Core Ab Workouts
Is your body fit and ready for the summer? We all want the perfect six pack abs for the summertime pool parties and the days at the beach. Don't wait till the snow starts to melt to get in shape because it will be too late. You NEED to put the work in now!
For this week we have want to make the workout about the core to help you get ready for the summer. The Plank exercise is an isometric that can get you past strength training plateaus and improve energy transference between your upper body and lower body. You can do this workout at home or in the gym before you start your training session. It is one of the best workouts you can do to strengthen your core and they can be done in many variations ranging in difficulty levels.
- Place your forearms on the ground with the elbows aligned below the shoulders and arms are parallel to the body about width distance.
- Maintain a straight back while contracting your core abdomen. It is important to keep your neck and spine neutral.
- For beginners hold this position for 30 seconds and work your time up as your core gets stronger.

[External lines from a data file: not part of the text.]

package exact

import (
	"math"
	"math/cmplx"
)

// wide is x·2^k: a complex128 whose exponent does not end at ±1022. Corrections
// are as small as the precision asked for and their inverses as large.
type wide struct {
	x complex128
	k int
}

// normal brings the larger part of x into ±[½, 1), but for 0 and what is not
// finite.
func (a wide) normal() wide {
	size := math.Max(math.Abs(real(a.x)), math.Abs(imag(a.x)))
	if size == 0 || math.IsNaN(size) || math.IsInf(size, 0) {
		return a
	}
	_, e := math.Frexp(size)
	return wide{complex(math.Ldexp(real(a.x), -e), math.Ldexp(imag(a.x), -e)), a.k + e}
}

// float returns the number as a complex128, 0 or infinite where it is out of
// range.
func (a wide) float() complex128 {
	return complex(math.Ldexp(real(a.x), a.k), math.Ldexp(imag(a.x), a.k))
}

// log returns log2 of the magnitude.
func (a wide) log() float64 { return math.Log2(cmplx.Abs(a.x)) + float64(a.k) }

// add returns a + b, either being normal.
func (a wide) add(b wide) wide {
	switch {
	case a.x == 0:
		return b
	case b.x == 0:
		return a
	}
	if a.k < b.k {
		a, b = b, a
	}
	b.k -= a.k
	return wide{a.x + b.float(), a.k}.normal()
}

// inverse returns 1/a.
func (a wide) inverse() wide { return wide{1 / a.x, -a.k}.normal() }

func (a wide) neg() wide { return wide{-a.x, a.k} }
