package exact

// Factor is a factor of a polynomial with its multiplicity.
type Factor struct {
	Poly         Poly
	Multiplicity int
}

// SquareFree returns the square-free factorisation of p: primitive,
// pairwise coprime polynomials of degree at least 1 without repeated roots,
// in ascending multiplicity, whose product of powers is p up to a constant.
// It is empty for constants. The method is Yun's (D. Y. Y. Yun, Proceedings
// of SYMSAC 1976, 26–35).
func SquareFree(p Poly) []Factor {
	if p.Degree() < 1 {
		return nil
	}
	p = p.Primitive()
	d := p.Derivative()
	g := GCD(p, d)
	if g.Degree() == 0 {
		return []Factor{{p, 1}}
	}
	w := p.Quo(g)
	y := d.Quo(g)
	var out []Factor
	for i := 1; w.Degree() > 0; i++ {
		z := y.Sub(w.Derivative())
		f := GCD(w, z)
		if f.Degree() > 0 {
			out = append(out, Factor{f, i})
		}
		w = w.Quo(f)
		y = z.Quo(f)
	}
	return out
}

// Radical returns the square-free part of p, the primitive polynomial with
// the same roots, each simple. It is 1 for nonzero constants and 0 for 0.
func (p Poly) Radical() Poly {
	if p.IsZero() {
		return p
	}
	p = p.Primitive()
	return p.Quo(GCD(p, p.Derivative())).Primitive()
}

- The Side Plank is a much more advanced but it is of the same concept as the Standard Plank.
- From a standard plank position keep one elbow directly underneath your shoulder, aligned with one another.
- Only your forearm along with your feet for stability should be supporting your weight. Your forearm should be pointed perpendicular to your body.
Advanced Plank Positions
You can always add a medicine ball to the any of the plank exercises to increase the difficulty of the exercise. See Sean Lundy demonstrating this below.
Consult your physician before attempting these workouts.